All lines from the one with "const choice = modelChoice(parsed);" through the final line below are to be reproduced exactly; omit the others.

▶ Material for this exercise:
────────────────────────────────────────

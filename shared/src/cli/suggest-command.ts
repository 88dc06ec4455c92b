// `model suggest --train <file>... [--base none|brown] --context "<text>"
//   [--slots 5] [--json]`
// Prints the suggestion list for the end of the context: a JSON array of
// {"word", "p"} with --json. Without --train, --base brown is required and
// the base model is used alone.
import { prepareText } from '../engine/index';
import { suggest } from '../engine/search/index';
import { UsageError } from './cli-errors';
import { integerIn, optionValue, parseArgs } from './args';
import { buildModel, modelChoice, modelOptionNames, readTrainingTexts } from './model-setup';

export async function runSuggest(args: string[]): Promise<void> {
  const parsed = parseArgs(args, {
    single: ['context', 'slots', ...modelOptionNames],
    multi: ['train'],
    flags: ['json'],
  });
  if (parsed.positional.length > 0)
    throw new UsageError(`unexpected argument ${JSON.stringify(parsed.positional[0])}`);
  const context = optionValue(parsed, 'context');
  if (context === undefined) throw new UsageError('missing --context "<text>"');
  const slots = integerIn('slots', optionValue(parsed, 'slots', '5'), 1, 100);
  const choice = modelChoice(parsed);
  const texts = readTrainingTexts(parsed, choice.base === 'none');
  const model = buildModel(choice, texts).fresh(false);
  const history = prepareText(context);
  const list = suggest(model, history, history.length, slots);
  if (parsed.flags.has('json')) {
    process.stdout.write(
      `${JSON.stringify(list.map((s) => ({ word: s.word, p: Number(s.p.toPrecision(6)) })))}\n`,
    );
    return;
  }
  if (list.length === 0) {
    process.stdout.write('No suggestions for this context.\n');
    return;
  }
  const width = Math.max(...list.map((s) => s.word.length));
  process.stdout.write(
    list
      .map((s, i) => `${String(i + 1).padStart(2)}. ${s.word.padEnd(width)}  ${(s.p * 100).toFixed(2)}%`)
      .join('\n') + '\n',
  );
}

────────────────────────────────────────

▶ Exercise solution:
  const choice = modelChoice(parsed);
  const texts = readTrainingTexts(parsed, choice.base === 'none');
  const model = buildModel(choice, texts).fresh(false);
  const history = prepareText(context);
  const list = suggest(model, history, history.length, slots);
  if (parsed.flags.has('json')) {
    process.stdout.write(
      `${JSON.stringify(list.map((s) => ({ word: s.word, p: Number(s.p.toPrecision(6)) })))}\n`,
    );
    return;
  }
  if (list.length === 0) {
    process.stdout.write('No suggestions for this context.\n');
    return;
  }
  const width = Math.max(...list.map((s) => s.word.length));
  process.stdout.write(
    list
      .map((s, i) => `${String(i + 1).padStart(2)}. ${s.word.padEnd(width)}  ${(s.p * 100).toFixed(2)}%`)
      .join('\n') + '\n',
  );
}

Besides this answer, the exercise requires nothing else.